A Representative Standardized Sample Set Selection For Improving Student’s Performance Prediction

Research Article
Sasi Regha, R and Uma Rani, R
DOI: 
http://dx.doi.org/10.24327/ijrsr.2018.0902.1693
Subject: 
science
KeyWords: 
NMFC, modified Computer Aided Design of Experiments, Divergence, Modified Principal Component Analysis
Abstract: 

A hybrid Artificial Fish Swarm-Cuckoo Search (AFSCS) and Non-negative Matrix Factorization Clustering (NMFC) was proposed for selecting optimal relevant features and removing redundant features in student academic dataset. However outliers and redundant data samples in the dataset are affecting the efficiency and effectiveness of classifiers. In this paper, initially, the most class specific representative samples are selected using Computer Aided Design of Experiments (CADEX) algorithm. The CADEX algorithm selects the sample that is closest to the mean and the next sample selection will be the one most distant from the already selected sample by using Euclidean distance. Principal Component Analysis (PCA) is used in the CADEX for selecting optimal components. Euclidean distance in CADEX only select right samples when all the attributes have the similar units. So, the Modified CADEX (MCADEX) is next proposed by using KullbackLeibler divergence.
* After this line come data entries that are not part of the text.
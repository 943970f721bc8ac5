// Well QC: every reason, the defaults and their sources, and threshold checking.
import commonPractice from '../fixtures/check-values/qc-common-practice.json';
import lei from '../fixtures/check-values/qc-lei-2019.json';
import { describe, expect, test } from 'vitest';
import { checkWells, type QcWell } from '@/lib/science/qc/qc';
import { DEFAULT_QC_THRESHOLDS, resolveQcThresholds } from '@/lib/science/qc/qc-thresholds';

/** A well inside every default limit (values invented for the test). */
const good: QcWell = {
  wellId: 'A01',
  role: 'test',
  controlCurrent_pA: -1500,
  compoundCurrent_pA: -700,
  sealResistance_GOhm: 1.2,
  seriesResistance_MOhm: 8,
  capacitance_pF: 15,
};

describe('well QC', () => {
  test('defaults: Lei et al. 2019 ranges (seal ≤ 1000 GΩ, capacitance 1–100 pF, series 1–25 MΩ); the rest common practice', () => {
    // Lei et al. 2019, Biophys J 117:2438–2454: seal 0.1–1000 GΩ, capacitance 1–100 pF, series resistance 1–25 MΩ
    // (qc-lei-2019.json). Seal ≥ 0.5 GΩ, control current ≥ 200 pA and vehicle run-down ≤ 20 % are common
    // practice, no source (qc-common-practice.json).
    expect(DEFAULT_QC_THRESHOLDS).toEqual({
      sealResistanceMin_GOhm: commonPractice.sealResistanceMin_GOhm,
      sealResistanceMax_GOhm: lei.sealResistance_GOhm.max,
      controlCurrentMin_pA: commonPractice.controlCurrentMin_pA,
      seriesResistanceMin_MOhm: lei.seriesResistance_MOhm.min,
      seriesResistanceMax_MOhm: lei.seriesResistance_MOhm.max,
      capacitanceMin_pF: lei.capacitance_pF.min,
      capacitanceMax_pF: lei.capacitance_pF.max,
      vehicleRundownMax_fraction: commonPractice.vehicleRundownMax_fraction,
    });
  });

  test('a good well passes', () => {
    expect(checkWells([good])).toEqual([{ wellId: 'A01', passed: true, reasons: [] }]);
  });

  test.each<[string, Partial<QcWell>, string, string]>([
    [
      'seal below minimum',
      { sealResistance_GOhm: 0.3 },
      'seal_resistance_low',
      'Seal resistance 0.3 GΩ is below the minimum of 0.5 GΩ.',
    ],
    [
      'seal above plausible maximum',
      { sealResistance_GOhm: 2000 },
      'seal_resistance_high',
      'Seal resistance 2000 GΩ is above the plausible maximum of 1000 GΩ.',
    ],
    [
      'small inward control current',
      { controlCurrent_pA: -150, compoundCurrent_pA: -100 },
      'control_current_small',
      'Control current -150 pA is smaller than the minimum amplitude of 200 pA.',
    ],
    [
      'series resistance too high',
      { seriesResistance_MOhm: 31 },
      'series_resistance_high',
      'Series resistance 31 MΩ is above the maximum of 25 MΩ.',
    ],
    [
      'series resistance implausibly low',
      { seriesResistance_MOhm: 0.4 },
      'series_resistance_low',
      'Series resistance 0.4 MΩ is below the plausible minimum of 1 MΩ.',
    ],
    [
      'capacitance too large',
      { capacitance_pF: 140 },
      'capacitance_out_of_range',
      'Capacitance 140 pF is outside the range 1 to 100 pF.',
    ],
    ['seal missing', { sealResistance_GOhm: null }, 'missing_value', 'The seal resistance is missing.'],
    ['blank capacitance', { capacitance_pF: '  ' }, 'missing_value', 'The capacitance is missing.'],
    [
      'text in a current',
      { compoundCurrent_pA: 'n/a' },
      'non_numeric_value',
      'The compound current ("n/a") is not a number in pA.',
    ],
    [
      'NaN series resistance',
      { seriesResistance_MOhm: NaN },
      'non_numeric_value',
      'The series resistance ("NaN") is not a number in MΩ.',
    ],
    // Vehicle run-down 1 − (−1100)/(−1500) = 26.7 % > 20 %, by hand.
    [
      'vehicle run-down',
      { role: 'vehicle', compoundCurrent_pA: -1100 },
      'vehicle_rundown',
      'Vehicle well ran down by 27 %, more than the limit of 20 %.',
    ],
  ])('%s', (_case, change, code, message) => {
    const [result] = checkWells([{ ...good, ...change }]);
    expect(result!.passed).toBe(false);
    expect(result!.reasons.map((r) => [r.code, r.message])).toEqual([[code, message]]);
  });

  test('every failing reason is listed, with its field', () => {
    const [result] = checkWells([
      { ...good, sealResistance_GOhm: 0.2, seriesResistance_MOhm: 40, controlCurrent_pA: undefined },
    ]);
    expect(result!.reasons.map((r) => [r.code, r.field])).toEqual([
      ['missing_value', 'controlCurrent_pA'],
      ['seal_resistance_low', 'sealResistance_GOhm'],
      ['series_resistance_high', 'seriesResistance_MOhm'],
    ]);
  });

  test('a compound well may lose current (that is block); a vehicle well within 20 % passes', () => {
    const results = checkWells([
      { ...good, compoundCurrent_pA: -50 },
      { ...good, wellId: 'A02', role: 'vehicle', compoundCurrent_pA: -1300 },
    ]);
    expect(results.map((r) => r.passed)).toEqual([true, true]);
  });

  test('per-screen thresholds replace defaults, and null switches a check and its readout off', () => {
    const well = { ...good, sealResistance_GOhm: 0.8, capacitance_pF: null };
    const [result] = checkWells([well], {
      sealResistanceMin_GOhm: 1,
      capacitanceMin_pF: null,
      capacitanceMax_pF: null,
    });
    expect(result!.reasons.map((r) => r.code)).toEqual(['seal_resistance_low']);
  });

  test.each([
    [
      { controlCurrentMin_pA: -5 },
      'QC threshold controlCurrentMin_pA must be a finite number ≥ 0 or null, got -5',
    ],
    [{ capacitanceMin_pF: 200 }, 'QC threshold capacitanceMin_pF (200) is above capacitanceMax_pF (100)'],
  ])('rejects bad thresholds %j', (overrides, message) => {
    expect(() => resolveQcThresholds(overrides)).toThrow(message);
  });
});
In this approach, for each class mean value is calculated then divergence between mean and data samples are found with multiple reference data samples. The highly divergence data samples are selected for each class. In the MCADEX algorithm, MPCA is used instead of PCA because some attributes in dataset might be in orders of magnitude of others, this may lead to create highest variance while eigen values calculation. In MPCA, the eigenvectors of the covariance matrix is derived from various similarity measurements like Mutual information, angle information and hybrid Gaussian and polynomial kernel. The sample selected datasets are used for predicting student performance using Prism and J48 classifiers. The experimental results show that the proposed sample selection approaches are improving accuracy of classifiers.